Records from a data collection

————————

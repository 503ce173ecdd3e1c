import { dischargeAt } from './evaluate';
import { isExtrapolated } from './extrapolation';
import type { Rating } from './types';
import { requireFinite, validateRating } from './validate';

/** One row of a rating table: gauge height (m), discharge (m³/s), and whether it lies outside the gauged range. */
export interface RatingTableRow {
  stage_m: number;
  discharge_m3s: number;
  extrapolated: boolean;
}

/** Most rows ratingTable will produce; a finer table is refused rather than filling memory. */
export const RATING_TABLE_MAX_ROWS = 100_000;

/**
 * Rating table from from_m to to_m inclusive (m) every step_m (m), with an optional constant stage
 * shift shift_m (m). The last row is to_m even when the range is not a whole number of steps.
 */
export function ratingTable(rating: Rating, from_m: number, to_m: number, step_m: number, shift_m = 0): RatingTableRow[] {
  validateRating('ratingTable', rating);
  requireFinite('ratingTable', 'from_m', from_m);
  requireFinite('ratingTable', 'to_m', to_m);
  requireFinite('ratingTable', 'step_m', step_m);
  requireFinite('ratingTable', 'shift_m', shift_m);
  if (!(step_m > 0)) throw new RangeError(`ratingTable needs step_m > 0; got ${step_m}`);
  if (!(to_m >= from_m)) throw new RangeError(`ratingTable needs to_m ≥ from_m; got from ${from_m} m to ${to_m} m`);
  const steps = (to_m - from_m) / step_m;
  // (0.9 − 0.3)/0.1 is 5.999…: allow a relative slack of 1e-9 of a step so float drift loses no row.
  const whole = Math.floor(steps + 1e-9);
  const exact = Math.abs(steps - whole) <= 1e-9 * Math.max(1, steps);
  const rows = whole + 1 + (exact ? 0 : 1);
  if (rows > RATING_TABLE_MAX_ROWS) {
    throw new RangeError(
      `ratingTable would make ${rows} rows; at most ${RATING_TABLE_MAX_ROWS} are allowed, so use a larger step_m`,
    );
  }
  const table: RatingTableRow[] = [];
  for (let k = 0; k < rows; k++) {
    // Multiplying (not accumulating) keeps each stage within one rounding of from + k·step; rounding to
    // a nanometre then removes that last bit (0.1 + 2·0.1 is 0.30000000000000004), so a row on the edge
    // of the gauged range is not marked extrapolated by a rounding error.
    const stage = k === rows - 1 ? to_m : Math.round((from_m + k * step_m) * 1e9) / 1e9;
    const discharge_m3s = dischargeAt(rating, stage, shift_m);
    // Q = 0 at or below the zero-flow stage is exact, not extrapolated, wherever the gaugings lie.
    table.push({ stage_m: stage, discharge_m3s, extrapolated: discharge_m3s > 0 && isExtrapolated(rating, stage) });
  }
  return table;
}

————————

Work task
Please show every line above that includes the word "Math".

Answer section
  const whole = Math.floor(steps + 1e-9);
  const exact = Math.abs(steps - whole) <= 1e-9 * Math.max(1, steps);
    const stage = k === rows - 1 ? to_m : Math.round((from_m + k * step_m) * 1e9) / 1e9;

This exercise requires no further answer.